Tim pengembangan inklusi untuk jadi resource center
Pendidikan inklusif 28 hari, bu Novi Smansa
Penggagas: Neneng Fitri Ekasari Kepala SLB Cahaya Gemilang Pertiwi Cianjur
Situasi
Di Kabupaten Cianjur terdapat 8 SLB dengan kekhususan tunanetra tunagrahita, tunarungu, autis hiperaktif atau SLB A, B, C.
Dari ke-8 SLB tersebut masing-masing memiliki guru yang memiliki kemampuan mengelola anak-anak berkebutuhan khusus sesuai dengan ketukan yang dibuka di sekolah tersebut.

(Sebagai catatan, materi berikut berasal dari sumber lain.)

import { describe, expect, it } from 'vitest';
import type { Matrix } from 'mathjs';
import type { Instruction } from '../../src/engine/instruction.js';
import { referenceKernels, type Kernels } from '../../src/engine/kernels.js';
import { ensembleToDensityMatrix, runIdeal, runNoisy } from '../../src/engine/run.js';
import { stateToDensityMatrix } from '../../src/engine/stateVector.js';
import { fromRows, maxAbsDiff } from '../../src/linalg/cmatrix.js';
import type { DensityMatrix } from '../../src/engine/layout.js';
import { DENSE_AGREEMENT, denseChannel, denseReset, rhoDiff, rhoToMath } from './dense.js';
import { mulberry32, randInt, randomKraus, randomTargets, randomUnitary } from './helpers.js';
import { createDensityMatrix } from '../../src/engine/densityMatrix.js';

const H = fromRows([
  [Math.SQRT1_2, Math.SQRT1_2],
  [Math.SQRT1_2, -Math.SQRT1_2],
]);
const X = fromRows([
  [0, 1],
  [1, 0],
]);
const CNOT = fromRows([
  [1, 0, 0, 0],
  [0, 1, 0, 0],
  [0, 0, 0, 1],
  [0, 0, 1, 0],
]);

function rhoMaxDiff(a: DensityMatrix, b: DensityMatrix): number {
  return maxAbsDiff({ rows: a.dim, cols: a.dim, data: a.data }, { rows: b.dim, cols: b.dim, data: b.data });
}

function randomUnitaryProgram(rng: () => number, n: number, length: number): Instruction[] {
  const program: Instruction[] = [];
  for (let i = 0; i < length; i++) {
    const k = 1 + randInt(rng, Math.min(n, 3));
    program.push({ op: 'unitary', qubits: randomTargets(rng, n, k), matrix: randomUnitary(rng, 1 << k) });
  }
  return program;
}

describe('runNoisy', () => {
  it('matches a dense mathjs evaluation of a random program with unitaries, channels and resets', () => {
    // Source: independent dense computation with mathjs, instruction by instruction (./helpers.ts).
    const rng = mulberry32(99);
    for (const n of [1, 2, 3, 4]) {
      const program: Instruction[] = [];
      for (let i = 0; i < 12; i++) {
        const kind = randInt(rng, 3);
        if (kind === 2) program.push({ op: 'reset', qubit: randInt(rng, n) });
        else {
          const k = 1 + randInt(rng, Math.min(n, 2));
          const qubits = randomTargets(rng, n, k);
          if (kind === 0) program.push({ op: 'unitary', qubits, matrix: randomUnitary(rng, 1 << k) });
          else program.push({ op: 'channel', qubits, kraus: randomKraus(rng, 1 << k, 1 + randInt(rng, 3)) });
        }
      }
      let dense: Matrix = rhoToMath(createDensityMatrix(n));
      for (const ins of program) {
        if (ins.op === 'unitary') dense = denseChannel(n, ins.qubits, [ins.matrix], dense);
        else if (ins.op === 'channel') dense = denseChannel(n, ins.qubits, ins.kraus, dense);
        else dense = denseReset(n, ins.qubit, dense);
      }
      expect(rhoDiff(runNoisy(n, program), dense)).toBeLessThan(DENSE_AGREEMENT);
    }
  });

  it('uses the kernels it is given', () => {
    const calls: string[] = [];
    const spy: Kernels = {
      applyUnitary: (rho, q, u) => (calls.push('u'), referenceKernels.applyUnitary(rho, q, u)),
      applySuperoperator: (rho, q, s) => (calls.push('s'), referenceKernels.applySuperoperator(rho, q, s)),
      applyKraus: (rho, q, k) => (calls.push('k'), referenceKernels.applyKraus(rho, q, k)),
      reset: (rho, q) => (calls.push('r'), referenceKernels.reset(rho, q)),
    };
    runNoisy(2, [
      { op: 'unitary', qubits: [0], matrix: H },
      { op: 'channel', qubits: [1], kraus: [X] },
      { op: 'reset', qubit: 0 },
    ], spy);
    expect(calls).toEqual(['u', 'k', 'r']);
  });
});

describe('runIdeal', () => {
  it('state-vector run equals the density-matrix run of the same unitary program (ρ = |ψ⟩⟨ψ|)', () => {
    const rng = mulberry32(123);
    for (const n of [1, 2, 3, 4]) {
      const program = randomUnitaryProgram(rng, n, 15);
      const ideal = runIdeal(n, program);
      expect(ideal.kind).toBe('pure');
      if (ideal.kind !== 'pure') return;
      expect(rhoMaxDiff(stateToDensityMatrix(ideal.state), runNoisy(n, program))).toBeLessThan(DENSE_AGREEMENT);
    }
  });

  it('stays pure when a reset acts on a qubit in a product state', () => {
    const program: Instruction[] = [
      { op: 'unitary', qubits: [0], matrix: H },
      { op: 'unitary', qubits: [1], matrix: X },
      { op: 'reset', qubit: 1 },
      { op: 'unitary', qubits: [1], matrix: H },
      { op: 'reset', qubit: 0 },
    ];
    const ideal = runIdeal(2, program);
    expect(ideal.kind).toBe('pure');
    if (ideal.kind !== 'pure') return;
    expect(rhoMaxDiff(stateToDensityMatrix(ideal.state), runNoisy(2, program))).toBeLessThan(DENSE_AGREEMENT);
  });

  it('keeps pure branches when a reset hits half of a Bell pair, and continues on them', () => {
    // Resetting one half of (|00⟩ + |11⟩)/√2 leaves |0⟩⟨0| ⊗ I/2, a mixed state (Nielsen & Chuang §2.4.3, from memory).
    const rng = mulberry32(321);
    const program: Instruction[] = [
      { op: 'unitary', qubits: [0], matrix: H },
      { op: 'unitary', qubits: [0, 2], matrix: CNOT },
      { op: 'reset', qubit: 0 },
      { op: 'unitary', qubits: [2, 1], matrix: randomUnitary(rng, 4) },
      { op: 'reset', qubit: 1 },
    ];
    const ideal = runIdeal(3, program);
    expect(ideal.kind).toBe('ensemble');
    if (ideal.kind !== 'ensemble') return;
    // σ = Σ_i |ψ_i⟩⟨ψ_i| equals the density-matrix run of the same program.
    expect(rhoMaxDiff(ensembleToDensityMatrix(ideal.states), runNoisy(3, program))).toBeLessThan(DENSE_AGREEMENT);
    // The branches are orthogonal (one per eigenvector of σ): at most rank σ of them.
    expect(ideal.states.length).toBeLessThanOrEqual(2);
  });

  it('matches |0⟩⟨0| ⊗ I/2 for the reset Bell pair', () => {
    const ideal = runIdeal(2, [
      { op: 'unitary', qubits: [0], matrix: H },
      { op: 'unitary', qubits: [0, 1], matrix: CNOT },
      { op: 'reset', qubit: 0 },
    ]);
    expect(ideal.kind).toBe('ensemble');
    if (ideal.kind !== 'ensemble') return;
    const rho = ensembleToDensityMatrix(ideal.states);
    const expected = new Float64Array(32);
    expected[0] = 0.5;
    expected[2 * (1 * 4 + 1)] = 0.5;
    expect(maxAbsDiff({ rows: 4, cols: 4, data: rho.data }, { rows: 4, cols: 4, data: expected })).toBeLessThan(DENSE_AGREEMENT);
  });

  it('dependent branches collapse to the rank of σ: resetting every qubit of an entangled state leaves one pure branch', () => {
    const rng = mulberry32(99);
    const program: Instruction[] = [
      { op: 'unitary', qubits: [0, 1, 2], matrix: randomUnitary(rng, 8) },
      { op: 'reset', qubit: 0 },
      { op: 'reset', qubit: 1 },
      { op: 'reset', qubit: 2 },
    ];
    const ideal = runIdeal(3, program);
    expect(ideal.kind).toBe('pure');
    if (ideal.kind !== 'pure') return;
    expect(rhoMaxDiff(stateToDensityMatrix(ideal.state), runNoisy(3, program))).toBeLessThan(DENSE_AGREEMENT);
  });

  it('goes on as a density matrix past the branch limit', () => {
    // A scrambled 4-qubit state with qubits 0 and 1 reset has σ of rank 4 (the reduced state of
    // qubits 2, 3): past a limit of 2 branches the run continues on the density matrix.
    const rng = mulberry32(5);
    const program: Instruction[] = [
      { op: 'unitary', qubits: [0, 1, 2], matrix: randomUnitary(rng, 8) },
      { op: 'unitary', qubits: [1, 2, 3], matrix: randomUnitary(rng, 8) },
      { op: 'unitary', qubits: [0, 3], matrix: randomUnitary(rng, 4) },
      { op: 'reset', qubit: 0 },
      { op: 'reset', qubit: 1 },
      { op: 'unitary', qubits: [1, 3], matrix: randomUnitary(rng, 4) },
    ];
    const capped = runIdeal(4, program, referenceKernels, 2);
    expect(capped.kind).toBe('mixed');
    const free = runIdeal(4, program);
    expect(free.kind).toBe('ensemble');
    if (capped.kind !== 'mixed' || free.kind !== 'ensemble') return;
    expect(free.states.length).toBe(4);
    expect(rhoMaxDiff(capped.rho, runNoisy(4, program))).toBeLessThan(DENSE_AGREEMENT);
    expect(rhoMaxDiff(ensembleToDensityMatrix(free.states), capped.rho)).toBeLessThan(DENSE_AGREEMENT);
  });

  it("throws on a 'channel' instruction", () => {
    expect(() => runIdeal(1, [{ op: 'channel', qubits: [0], kraus: [X] }])).toThrow(TypeError);
  });
});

Di sisi lain di Kabupaten Cianjur terdapat SMA dan SMK yang harus membuka program inklusif. Yaitu program yang diberikan bagi anak-anak berkebutuhan khusus tetapi bisa masuk ke sekolah SMA atau SMK. Misalnya anak tunanetra bisa masuk ke SMA Karena untuk membaca dan berkegiatan lain bisa dibantu oleh pendampingnya. Juga anak-anak lain yang berkebutuhan khusus yang bisa dimasukkan ke SMA atau ke SMK tetapi tidak mengalami hambatan intelektual.
Tantangan
SMA dan SMK menerima anak yang berkebutuhan khusus atau program inklusif dengan tidak direncanakan titik Setelah pendaftaran siswa baru, tiba-tiba sekolah baru tahu bahwa terdapat murid yang berkebutuhan khusus. Akibatnya sekolah tidak siap menerima anak-anak yang harus dilayani secara inklusif ini juga para guru tidak memiliki pengalaman atau pengetahuan yang cukup untuk memberikan layanan inklusif. Guru-guru mata pelajaran mengeluh merasa berat untuk memberikan layanan inklusif kepada anak-anak berkebutuhan khusus yang ada di sekolah karena tidak tahu bagaimana caranya.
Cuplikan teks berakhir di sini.